**EXERCISE PROMPT:** Write each entry out again, exactly as it is written.

Extracted records
###

using System.Numerics;
using TensorRG.Tensors;
using TensorRG.Tensors.Decompositions;

namespace TensorRG.CoarseGraining.Loop;

/// <summary>
/// Entanglement filtering (S. Yang, Z.-C. Gu, X.-G. Wen, Phys. Rev. Lett. 118, 110504 (2017)): triangular factors are passed round the plaquette until they
/// settle; what they annihilate on a bond is entanglement that never leaves the plaquette. With L from the left and R from the right of a bond and
/// L R = U s V the bond is replaced by R V^H s^(-1/2) times s^(-1/2) U^H L.
/// </summary>
/// <remarks>Every bond of the network belongs to one plaquette of the colour that is filtered, so that the same factors serve the outer legs.</remarks>
/// <typeparam name="T">Element type.</typeparam>
/// <param name="algebra">Contractions and kernels.</param>
internal sealed class EntanglementFilter<T>(TensorAlgebra<T> algebra)
    where T : unmanaged, INumberBase<T>
{
    public static int Passes = 60;
    public static double Settled = 1e-13;
    public static double Floor = 1e-12;
    private readonly TensorAlgebra<T> _algebra = algebra;

    /// <summary>A, B with all four kinds of bonds filtered, and the singular values on the bonds of the ring: A.r, B.d, A.l, B.u.</summary>
    public (Tensor<T> A, Tensor<T> B, BondWeights[] Weights) Apply(Tensor<T> a, Tensor<T> b)
    {
        Tensor<T>[] ring = PlaquetteRing.Of(a, b);
        Tensor<T>[] left = FromLeft(ring), right = FromRight(ring);
        var weights = new BondWeights[4];
        int[] legA = [3, 0, 1, 2], legB = [1, 2, 3, 0];
        for (int bond = 0; bond < 4; bond++)
        {
            using Tensor<T> product = _algebra.Contract(left[bond], [1], right[bond], [1]);
            TruncatedSvd<T> svd = DenseSvd.Compute(_algebra.Kernels, product, [0], [1], new CutRule(int.MaxValue, 0, Floor));
            weights[bond] = svd.Weights.Scale(1 / svd.Weights.Largest);
            BondWeights root = svd.Weights.Power(-0.5);
            using Tensor<T> v = svd.V.Conjugate(), u = svd.U.Conjugate();
            using Tensor<T> forward = TensorAlgebra<T>.ScaleLeg(_algebra.Contract(right[bond], [0], v, [1]), 1, root);  // [left of next, y]
            using Tensor<T> backward = TensorAlgebra<T>.ScaleLeg(_algebra.Contract(left[bond], [0], u, [0]), 1, root); // [right of this, y]
            (a, b) = bond % 2 == 0
                ? (Replace(a, legA[bond], forward), Replace(b, legB[bond], backward))
                : (Replace(a, legA[bond], backward), Replace(b, legB[bond], forward));
        }

        return (a, b, weights);
    }

    private Tensor<T> Replace(Tensor<T> tensor, int axis, Tensor<T> factor)
    {
        using Tensor<T> moved = _algebra.Contract(tensor, [axis], factor, [0]);
        int[] order = [0, 1, 2];
        return moved.Permute([.. order[..axis], 3, .. order[axis..]]);
    }

    /// <summary>L[k, right bond of tensor i] for i = 0..3.</summary>
    private Tensor<T>[] FromLeft(Tensor<T>[] ring)
    {
        var found = new Tensor<T>[4];
        Tensor<T>? last = null;
        for (int pass = 0; pass < Passes; pass++)
        {
            Tensor<T>? before = found[3];
            for (int i = 0; i < 4; i++)
            {
                Tensor<T> pushed = last is null ? ring[i] : _algebra.Contract(last, [1], ring[i], [0]);
                last = Unit(GradedQr.Compute(_algebra.Kernels, pushed, [0, 1, 2], [3]).R);
                found[i] = last;
            }

            if (before is not null && Change(before, last!) < Settled)
                break;
        }

        return found;
    }

    /// <summary>R[k, left bond of tensor i + 1] for i = 0..3.</summary>
    private Tensor<T>[] FromRight(Tensor<T>[] ring)
    {
        var found = new Tensor<T>[4];
        Tensor<T>? last = null;
        for (int pass = 0; pass < Passes; pass++)
        {
            Tensor<T>? before = found[3];
            for (int i = 2; i >= -1; i--)
            {
                Tensor<T> tensor = ring[i + 1];
                Tensor<T> pushed = last is null ? tensor : _algebra.Contract(tensor, [3], last, [1]);
                last = Unit(GradedQr.Compute(_algebra.Kernels, pushed, [1, 2, 3], [0]).R);
                found[(i + 4) % 4] = last;
            }

            if (before is not null && Change(before, last!) < Settled)
                break;
        }

        return found;
    }

    private static Tensor<T> Unit(Tensor<T> tensor) => TensorAlgebra<T>.Scale(tensor, Scalar.FromReal<T>(1 / TensorAlgebra<T>.Norm(tensor)));

    private static double Change(Tensor<T> before, Tensor<T> after)
        => before.Legs.SequenceEqual(after.Legs) ? TensorAlgebra<T>.Norm(TensorAlgebra<T>.Add(after, before, -T.One)) : double.PositiveInfinity;
}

###

**SOLUTION FOR THIS EXERCISE:**
using System.Numerics;
using TensorRG.Tensors;
using TensorRG.Tensors.Decompositions;

namespace TensorRG.CoarseGraining.Loop;

/// <summary>
/// Entanglement filtering (S. Yang, Z.-C. Gu, X.-G. Wen, Phys. Rev. Lett. 118, 110504 (2017)): triangular factors are passed round the plaquette until they
/// settle; what they annihilate on a bond is entanglement that never leaves the plaquette. With L from the left and R from the right of a bond and
/// L R = U s V the bond is replaced by R V^H s^(-1/2) times s^(-1/2) U^H L.
/// </summary>
/// <remarks>Every bond of the network belongs to one plaquette of the colour that is filtered, so that the same factors serve the outer legs.</remarks>
/// <typeparam name="T">Element type.</typeparam>
/// <param name="algebra">Contractions and kernels.</param>
internal sealed class EntanglementFilter<T>(TensorAlgebra<T> algebra)
    where T : unmanaged, INumberBase<T>
{
    public static int Passes = 60;
    public static double Settled = 1e-13;
    public static double Floor = 1e-12;
    private readonly TensorAlgebra<T> _algebra = algebra;

    /// <summary>A, B with all four kinds of bonds filtered, and the singular values on the bonds of the ring: A.r, B.d, A.l, B.u.</summary>
    public (Tensor<T> A, Tensor<T> B, BondWeights[] Weights) Apply(Tensor<T> a, Tensor<T> b)
    {
        Tensor<T>[] ring = PlaquetteRing.Of(a, b);
        Tensor<T>[] left = FromLeft(ring), right = FromRight(ring);
        var weights = new BondWeights[4];
        int[] legA = [3, 0, 1, 2], legB = [1, 2, 3, 0];
        for (int bond = 0; bond < 4; bond++)
        {
            using Tensor<T> product = _algebra.Contract(left[bond], [1], right[bond], [1]);
            TruncatedSvd<T> svd = DenseSvd.Compute(_algebra.Kernels, product, [0], [1], new CutRule(int.MaxValue, 0, Floor));
            weights[bond] = svd.Weights.Scale(1 / svd.Weights.Largest);
            BondWeights root = svd.Weights.Power(-0.5);
            using Tensor<T> v = svd.V.Conjugate(), u = svd.U.Conjugate();
            using Tensor<T> forward = TensorAlgebra<T>.ScaleLeg(_algebra.Contract(right[bond], [0], v, [1]), 1, root);  // [left of next, y]
            using Tensor<T> backward = TensorAlgebra<T>.ScaleLeg(_algebra.Contract(left[bond], [0], u, [0]), 1, root); // [right of this, y]
            (a, b) = bond % 2 == 0
                ? (Replace(a, legA[bond], forward), Replace(b, legB[bond], backward))
                : (Replace(a, legA[bond], backward), Replace(b, legB[bond], forward));
        }

        return (a, b, weights);
    }

    private Tensor<T> Replace(Tensor<T> tensor, int axis, Tensor<T> factor)
    {
        using Tensor<T> moved = _algebra.Contract(tensor, [axis], factor, [0]);
        int[] order = [0, 1, 2];
        return moved.Permute([.. order[..axis], 3, .. order[axis..]]);
    }

    /// <summary>L[k, right bond of tensor i] for i = 0..3.</summary>
    private Tensor<T>[] FromLeft(Tensor<T>[] ring)
    {
        var found = new Tensor<T>[4];
        Tensor<T>? last = null;
        for (int pass = 0; pass < Passes; pass++)
        {
            Tensor<T>? before = found[3];
            for (int i = 0; i < 4; i++)
            {
                Tensor<T> pushed = last is null ? ring[i] : _algebra.Contract(last, [1], ring[i], [0]);
                last = Unit(GradedQr.Compute(_algebra.Kernels, pushed, [0, 1, 2], [3]).R);
                found[i] = last;
            }

            if (before is not null && Change(before, last!) < Settled)
                break;
        }

        return found;
    }

    /// <summary>R[k, left bond of tensor i + 1] for i = 0..3.</summary>
    private Tensor<T>[] FromRight(Tensor<T>[] ring)
    {
        var found = new Tensor<T>[4];
        Tensor<T>? last = null;
        for (int pass = 0; pass < Passes; pass++)
        {
            Tensor<T>? before = found[3];
            for (int i = 2; i >= -1; i--)
            {
                Tensor<T> tensor = ring[i + 1];
                Tensor<T> pushed = last is null ? tensor : _algebra.Contract(tensor, [3], last, [1]);
                last = Unit(GradedQr.Compute(_algebra.Kernels, pushed, [1, 2, 3], [0]).R);
                found[(i + 4) % 4] = last;
            }

            if (before is not null && Change(before, last!) < Settled)
                break;
        }

        return found;
    }

    private static Tensor<T> Unit(Tensor<T> tensor) => TensorAlgebra<T>.Scale(tensor, Scalar.FromReal<T>(1 / TensorAlgebra<T>.Norm(tensor)));

    private static double Change(Tensor<T> before, Tensor<T> after)
        => before.Legs.SequenceEqual(after.Legs) ? TensorAlgebra<T>.Norm(TensorAlgebra<T>.Add(after, before, -T.One)) : double.PositiveInfinity;
}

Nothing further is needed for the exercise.